_Task to carry out:_
Repeat the whole listing, keeping each line as it is.

________

package hopstat.queue;

import java.time.Instant;
import java.util.List;

/**
 * A read-only snapshot of one task's entry.
 *
 * @param taskId task id
 * @param state current state
 * @param version incremented by every write
 * @param attempts times the task was claimed
 * @param history every state entered, oldest first, with the store clock's timestamp
 */
public record TaskView(
    String taskId, TaskState state, long version, int attempts, List<Transition> history) {
  public TaskView {
    history = List.copyOf(history);
  }

  /**
   * @param state the state entered
   * @param at when, from the store's injected clock
   */
  public record Transition(TaskState state, Instant at) {}
}
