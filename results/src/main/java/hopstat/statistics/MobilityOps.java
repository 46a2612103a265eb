package hopstat.statistics;

import hopstat.model.SymmetryClass;
import hopstat.record.RealisationRecord;
import hopstat.record.StudyLayout;
import hopstat.task.Outcome;
import hopstat.task.Quantity;
import java.util.ArrayList;
import java.util.Arrays;
import java.util.Comparator;
import java.util.LinkedHashMap;
import java.util.List;
import java.util.Map;
import java.util.SplittableRandom;
import java.util.TreeMap;
import java.util.TreeSet;
import java.util.regex.Matcher;
import java.util.regex.Pattern;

________

_Solved exercise:_
package hopstat.queue;

import java.time.Instant;
import java.util.List;

/**
 * A read-only snapshot of one task's entry.
 *
 * @param taskId task id
 * @param state current state
 * @param version incremented by every write
 * @param attempts times the task was claimed
 * @param history every state entered, oldest first, with the store clock's timestamp
 */
public record TaskView(
    String taskId, TaskState state, long version, int attempts, List<Transition> history) {
  public TaskView {
    history = List.copyOf(history);
  }

  /**
   * @param state the state entered
   * @param at when, from the store's injected clock
   */
  public record Transition(TaskState state, Instant at) {}
}
filename results/src/main/java/hopstat/statistics/MobilityOps.java
repository 46a2612103a265eb
package hopstat.statistics;

import hopstat.model.SymmetryClass;
import hopstat.record.RealisationRecord;
import hopstat.record.StudyLayout;
import hopstat.task.Outcome;
import hopstat.task.Quantity;
import java.util.ArrayList;
import java.util.Arrays;
import java.util.Comparator;
import java.util.LinkedHashMap;
import java.util.List;
import java.util.Map;
import java.util.SplittableRandom;
import java.util.TreeMap;
import java.util.TreeSet;
import java.util.regex.Matcher;
import java.util.regex.Pattern;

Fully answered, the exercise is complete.